* What is required: For each line below that holds the word "unsupported", make a copy.

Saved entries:
+-------+

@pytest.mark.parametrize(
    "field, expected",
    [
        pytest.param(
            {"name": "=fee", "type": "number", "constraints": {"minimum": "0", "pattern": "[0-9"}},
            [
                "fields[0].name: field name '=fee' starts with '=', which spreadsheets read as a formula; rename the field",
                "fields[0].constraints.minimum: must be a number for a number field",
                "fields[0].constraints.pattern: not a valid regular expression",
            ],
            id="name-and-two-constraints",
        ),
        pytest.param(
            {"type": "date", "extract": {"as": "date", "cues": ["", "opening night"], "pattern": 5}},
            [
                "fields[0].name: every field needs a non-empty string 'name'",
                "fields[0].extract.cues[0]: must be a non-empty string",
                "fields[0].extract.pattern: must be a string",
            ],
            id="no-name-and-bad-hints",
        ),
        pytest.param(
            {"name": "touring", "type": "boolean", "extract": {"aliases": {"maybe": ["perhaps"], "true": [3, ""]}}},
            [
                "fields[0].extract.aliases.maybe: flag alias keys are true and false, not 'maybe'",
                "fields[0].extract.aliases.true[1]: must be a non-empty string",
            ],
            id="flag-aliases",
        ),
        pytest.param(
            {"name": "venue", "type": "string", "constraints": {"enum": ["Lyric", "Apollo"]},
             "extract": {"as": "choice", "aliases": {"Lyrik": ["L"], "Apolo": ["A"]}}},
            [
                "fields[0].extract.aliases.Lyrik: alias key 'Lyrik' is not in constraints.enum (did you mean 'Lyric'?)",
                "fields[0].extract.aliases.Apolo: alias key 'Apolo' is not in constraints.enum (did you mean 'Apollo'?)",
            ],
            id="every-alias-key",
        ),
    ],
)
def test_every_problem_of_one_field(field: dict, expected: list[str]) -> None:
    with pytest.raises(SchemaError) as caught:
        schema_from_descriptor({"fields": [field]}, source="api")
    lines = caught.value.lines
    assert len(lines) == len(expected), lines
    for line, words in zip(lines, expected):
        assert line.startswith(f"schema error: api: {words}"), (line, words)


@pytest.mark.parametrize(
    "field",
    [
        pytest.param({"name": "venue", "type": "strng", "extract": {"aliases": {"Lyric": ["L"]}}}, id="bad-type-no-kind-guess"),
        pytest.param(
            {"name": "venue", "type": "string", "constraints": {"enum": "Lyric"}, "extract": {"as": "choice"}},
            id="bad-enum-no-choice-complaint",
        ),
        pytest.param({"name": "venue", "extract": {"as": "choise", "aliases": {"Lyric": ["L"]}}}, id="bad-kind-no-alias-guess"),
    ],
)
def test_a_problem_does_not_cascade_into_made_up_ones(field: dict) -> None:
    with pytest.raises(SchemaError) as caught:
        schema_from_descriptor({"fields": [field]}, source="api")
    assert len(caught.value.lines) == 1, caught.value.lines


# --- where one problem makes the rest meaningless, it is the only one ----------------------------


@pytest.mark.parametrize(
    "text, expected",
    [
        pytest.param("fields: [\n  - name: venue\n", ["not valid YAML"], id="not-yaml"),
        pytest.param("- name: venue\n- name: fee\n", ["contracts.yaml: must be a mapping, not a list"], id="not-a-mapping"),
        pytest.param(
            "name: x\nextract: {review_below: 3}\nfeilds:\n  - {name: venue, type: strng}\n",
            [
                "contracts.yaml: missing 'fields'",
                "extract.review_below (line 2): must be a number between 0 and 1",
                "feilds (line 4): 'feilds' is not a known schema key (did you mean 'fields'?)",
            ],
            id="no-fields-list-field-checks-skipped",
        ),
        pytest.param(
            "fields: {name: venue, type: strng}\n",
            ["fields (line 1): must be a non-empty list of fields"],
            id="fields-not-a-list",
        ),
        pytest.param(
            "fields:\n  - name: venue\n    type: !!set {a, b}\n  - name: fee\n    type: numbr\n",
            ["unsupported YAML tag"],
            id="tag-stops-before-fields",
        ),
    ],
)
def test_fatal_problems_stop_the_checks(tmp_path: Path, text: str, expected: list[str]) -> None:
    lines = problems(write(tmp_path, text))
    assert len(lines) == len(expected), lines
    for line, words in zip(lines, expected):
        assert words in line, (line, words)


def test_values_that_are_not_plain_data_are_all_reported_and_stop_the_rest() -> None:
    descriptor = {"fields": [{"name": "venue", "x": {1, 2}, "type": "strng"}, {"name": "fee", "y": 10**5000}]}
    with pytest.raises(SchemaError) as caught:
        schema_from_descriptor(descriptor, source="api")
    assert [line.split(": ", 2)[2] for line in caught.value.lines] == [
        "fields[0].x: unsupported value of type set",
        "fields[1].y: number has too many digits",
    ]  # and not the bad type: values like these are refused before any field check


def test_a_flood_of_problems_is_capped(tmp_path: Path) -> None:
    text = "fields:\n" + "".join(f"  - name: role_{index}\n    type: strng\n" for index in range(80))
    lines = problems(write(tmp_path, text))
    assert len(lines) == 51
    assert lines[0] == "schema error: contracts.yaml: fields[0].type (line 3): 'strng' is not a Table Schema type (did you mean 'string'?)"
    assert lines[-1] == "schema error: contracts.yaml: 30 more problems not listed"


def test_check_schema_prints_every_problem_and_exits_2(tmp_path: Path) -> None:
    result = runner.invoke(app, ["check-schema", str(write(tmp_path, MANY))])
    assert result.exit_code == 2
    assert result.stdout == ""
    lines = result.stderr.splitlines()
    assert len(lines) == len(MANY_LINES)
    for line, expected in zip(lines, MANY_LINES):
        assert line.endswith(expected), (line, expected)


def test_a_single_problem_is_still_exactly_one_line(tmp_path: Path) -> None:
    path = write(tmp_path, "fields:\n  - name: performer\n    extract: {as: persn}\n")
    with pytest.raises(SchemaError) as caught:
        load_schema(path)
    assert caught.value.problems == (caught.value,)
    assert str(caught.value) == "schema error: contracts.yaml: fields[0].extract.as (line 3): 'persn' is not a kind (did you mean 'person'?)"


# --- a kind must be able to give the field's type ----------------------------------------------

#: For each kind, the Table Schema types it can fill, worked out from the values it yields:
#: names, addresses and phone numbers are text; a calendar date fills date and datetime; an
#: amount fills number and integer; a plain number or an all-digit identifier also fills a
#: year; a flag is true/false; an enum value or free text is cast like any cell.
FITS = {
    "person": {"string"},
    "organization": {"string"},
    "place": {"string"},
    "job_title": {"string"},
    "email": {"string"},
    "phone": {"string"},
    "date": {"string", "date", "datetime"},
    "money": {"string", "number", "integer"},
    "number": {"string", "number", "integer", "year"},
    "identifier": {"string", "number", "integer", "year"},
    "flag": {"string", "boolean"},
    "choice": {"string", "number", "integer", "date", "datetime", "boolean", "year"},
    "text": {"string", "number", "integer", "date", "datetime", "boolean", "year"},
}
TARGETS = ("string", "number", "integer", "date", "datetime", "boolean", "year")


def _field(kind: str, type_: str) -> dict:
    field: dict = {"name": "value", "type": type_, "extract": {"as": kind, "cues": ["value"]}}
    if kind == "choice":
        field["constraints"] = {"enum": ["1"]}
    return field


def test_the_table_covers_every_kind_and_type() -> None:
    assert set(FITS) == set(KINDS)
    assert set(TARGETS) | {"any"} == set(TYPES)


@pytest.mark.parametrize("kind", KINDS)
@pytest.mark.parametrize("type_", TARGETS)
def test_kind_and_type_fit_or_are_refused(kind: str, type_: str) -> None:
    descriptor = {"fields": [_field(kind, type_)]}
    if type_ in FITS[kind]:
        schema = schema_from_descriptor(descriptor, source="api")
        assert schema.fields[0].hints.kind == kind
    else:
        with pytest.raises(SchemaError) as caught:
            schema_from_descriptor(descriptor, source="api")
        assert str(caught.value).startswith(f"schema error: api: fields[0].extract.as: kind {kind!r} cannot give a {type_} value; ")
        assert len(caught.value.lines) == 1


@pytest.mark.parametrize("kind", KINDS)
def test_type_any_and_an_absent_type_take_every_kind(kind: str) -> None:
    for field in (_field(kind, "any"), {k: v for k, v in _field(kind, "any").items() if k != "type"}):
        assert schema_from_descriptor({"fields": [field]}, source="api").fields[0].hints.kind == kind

+-------+

* Answer for this exercise:
            ["unsupported YAML tag"],
        "fields[0].x: unsupported value of type set",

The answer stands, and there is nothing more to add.